In _words_ Monty pretends to be removing ONE door from the pool of choices,
but he's not doing that - he is removing ALL possible doors except for the one
that is a car if you were wrong, or a goat if you were right, and then saying
(truthfully) that every single other one is a goat. When there are 3 doors,
that is one that gets discarded. But that's the tricky word play.

Now, if you did it with 100 doors, Monty isn't simply removing 1 option to
give you the appearance of a 50/50 chance. He is removing ALL of them except
for 2 - one that he shows is not a car, and the other that you have to decide
whether your first choice was right or not.
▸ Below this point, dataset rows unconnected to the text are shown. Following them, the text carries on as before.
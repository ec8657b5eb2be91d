/**
 * Climate import into a site, from the open formats core/climate reads:
 * - 'ghcn-daily': GHCN-Daily by-station CSV (no header; TMAX/TMIN/TAVG in tenths of °C);
 * - 'station-daily': per-station daily CSV with a header row (temperature unit stated by the caller);
 * - 'monthly-normals': monthly normals CSV (°F).
 *
 * Daily records are reduced to twelve calendar months with core's `climateFromDaily` (completeness
 * rule, years used); normals are taken as they are. The site's climate is replaced only when the file
 * yields all twelve months within range: a problem anywhere rejects the file (ImportError with line,
 * column and reason) and the site keeps its previous climate.
 */
import {
  ClimateFileError,
  InputDomainError,
  climateFromDaily,
  monthName,
  readGhcnDailyCsv,
  readMonthlyNormalsCsv,
  readStationDailyCsv,
  type DailyFileTemperatureUnit,
  type MonthlyClimate,
  type SiteClimate,
  type Notice,
} from '../../core/index.js';
import { NotFoundError } from '../../db/errors.js';
import { getSite, setSiteClimate } from '../../db/repos/sites.js';
import { transaction } from '../../db/transaction.js';
import type { Db } from '../../db/types.js';
import { formatPath } from '../common/schema.js';
import { climateSchema } from '../sites/index.js';
import { ImportError } from './errors.js';
import { decodeUtf8 } from './text.js';

export type ClimateFileFormat = 'ghcn-daily' | 'station-daily' | 'monthly-normals';
export const CLIMATE_FILE_FORMATS: readonly ClimateFileFormat[] = ['ghcn-daily', 'station-daily', 'monthly-normals'];

export interface ClimateFileInput {
  readonly format: ClimateFileFormat;
  readonly data: string | Uint8Array;
  /** Temperature unit of a 'station-daily' file (required for that format). */
  readonly unit?: DailyFileTemperatureUnit;
  /** Daily formats: first and last calendar year to use (default: the whole record). */
  readonly fromYear?: number;
  readonly toYear?: number;
  /** Shown in the climate's source text. */
  readonly fileName?: string;
}

export interface ClimateFileResult {
  readonly climate: SiteClimate;
  /** Warnings from the reader and the monthly reduction. */
  readonly warnings: readonly Notice[];
}

const FORMAT_LABEL: Record<ClimateFileFormat, string> = {
  'ghcn-daily': 'GHCN-Daily station file',
  'station-daily': 'station daily file',
  'monthly-normals': 'monthly normals file',
};

function fail(reason: string, where: { line?: number; column?: number; field?: string } = {}): never {
  throw new ImportError('climate file', [{ ...where, reason }]);
}

function describeSource(station: string, input: ClimateFileInput, tail: string): string {
  const name = input.fileName ? ` ${input.fileName}` : '';
  const s = `${station || 'unnamed station'}, ${FORMAT_LABEL[input.format]}${name}${tail}`;
  return s.length > 300 ? s.slice(0, 300) : s;
}

function readMonths(text: string, input: ClimateFileInput): { climate: SiteClimate; warnings: Notice[] } {
  if (input.format === 'monthly-normals') {
    const r = readMonthlyNormalsCsv({ text });
    if (r.skipped.length > 0 || r.months.length < 12) {
      const missing = [...Array(12).keys()].map((k) => k + 1).filter((m) => !r.months.some((x) => x.month === m));
      const why = r.skipped.map((s) => s.reason).join('; ');
      fail(`the file gives no usable values for ${missing.map(monthName).join(', ')}${why ? ` (${why})` : ''}; a site's climate needs all twelve months`);
    }
    return { climate: { source: describeSource(r.station, input, ' (monthly normals)'), monthly: r.months.map(toMonthly) }, warnings: [...r.warnings] };
  }
  let read;
  if (input.format === 'ghcn-daily') read = readGhcnDailyCsv({ text });
  else {
    if (input.unit === undefined) fail('state the temperature unit of a station daily file (c, f or tenths-c)');
    read = readStationDailyCsv({ text, unit: input.unit });
  }
  const daily = climateFromDaily({
    days: read.days,
    ...(input.fromYear === undefined ? {} : { fromYear: input.fromYear }),
    ...(input.toYear === undefined ? {} : { toYear: input.toYear }),
  });
  const missing = daily.calendarMonths.filter((m) => m.meanMax_c === undefined).map((m) => monthName(m.month));
  if (missing.length > 0) {
    fail(`no complete month of data for ${missing.join(', ')}${daily.reason ? ` (${daily.reason})` : ''}; a site's climate needs all twelve months`);
  }
  const monthly = daily.calendarMonths.map((m) => toMonthly({ month: m.month, meanMax_c: m.meanMax_c!, ...(m.meanMin_c === undefined ? {} : { meanMin_c: m.meanMin_c }), ...(m.mean_c === undefined ? {} : { mean_c: m.mean_c }) }));
  const years = daily.yearsUsed.length;
  const tail = `, ${daily.period.fromYear}–${daily.period.toYear}, ${years} year${years === 1 ? '' : 's'} used`;
  return {
    climate: { source: describeSource(read.station, input, tail), ...(years > 0 ? { years } : {}), monthly },
    warnings: [...read.warnings, ...daily.warnings],
  };
}

function toMonthly(m: MonthlyClimate): MonthlyClimate {
  return {
    month: m.month,
    meanMax_c: m.meanMax_c,
    ...(m.meanMin_c === undefined ? {} : { meanMin_c: m.meanMin_c }),
    ...(m.mean_c === undefined ? {} : { mean_c: m.mean_c }),
  };
}

/** Reads a climate file into a site climate (twelve months), or throws ImportError. Writes nothing. */
export function readClimateFile(input: ClimateFileInput): ClimateFileResult {
  if (!CLIMATE_FILE_FORMATS.includes(input.format)) fail(`unknown climate file format ${JSON.stringify(input.format)}; one of ${CLIMATE_FILE_FORMATS.join(', ')}`);
  const text = decodeUtf8(input.data, 'climate file');
  let out: { climate: SiteClimate; warnings: Notice[] };
  try {
    out = readMonths(text, input);
  } catch (e) {
    if (e instanceof ClimateFileError) {
      fail(e.reason, { ...(e.line === undefined ? {} : { line: e.line }), ...(e.column === undefined ? {} : { column: e.column }), ...(e.columnName === undefined ? {} : { field: e.columnName }) });
    }
    if (e instanceof InputDomainError) fail(e.message);
    throw e;
  }
  const checked = climateSchema.safeParse(out.climate, { reportInput: true });
  if (!checked.success) {
    throw new ImportError('climate file', checked.error.issues.map((i) => ({ field: formatPath(i.path), reason: i.message })));
  }
  return out;
}

/** Reads a climate file and replaces the climate of site `siteId` with it (all or nothing). */
export function importClimateIntoSite(db: Db, siteId: number, input: ClimateFileInput): ClimateFileResult {
  const result = readClimateFile(input);
  transaction(db, (tx) => {
    if (!getSite(tx, siteId)) throw new NotFoundError('site', siteId);
    setSiteClimate(tx, siteId, result.climate);
  });
  return result;
}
Following the same exact sequence, he removes _97_ of them from the pool
because they are all goats, leaving the one you chose, the one he says is NOT
a car, and one that is the car if your original choice was wrong, or a goat if
your original choice was correct. Suddenly it is super obvious that this is no
50/50 choice.

That's how the Monty problem actually scales. Looking at it from a game with
100 doors makes it extremely obvious that the person's first bet is more
likely to be wrong than right, and that changing is the obvious choice to make
since the odds are 1/100 that your first choice was right, and 99/100 that the
one Monty left behind is the car.

Hence in the normal way of playing the game, it is a 2/3 chance the contestant
is initially wrong, and should always choose to change their choice.

------
jlongr
I often see people try to "prove" the solution to this problem as the author
did, using a large number of trials to approximate the long-term
probabilities.

But I don't think this method really proves it, nor does the proof require so
much work.

Consider that C = car and G = goat. There are three possible configurations of
cars and goats, represented by rows of the matrix, and the three doors are
represented by the columns:

    
    
      C G G
      G C G
      G G C
    

Suppose you chose door #1 (it doesn't matter which door); you then have 1/3
chance of winning:

    
    
      (C) G G
      (G) C G
      (G) G C
    

The host reveals another door with a goat. That door is X'd out:

    
    
      (C) X G
      (G) C X
      (G) X C
    

Thus, if you stay with your original choice, you retain a 1/3 chance of
winning, shown by the set [C, G, G].

If you switch, you have a 2/3 chance of winning shown by the remaining set [C,
C, G].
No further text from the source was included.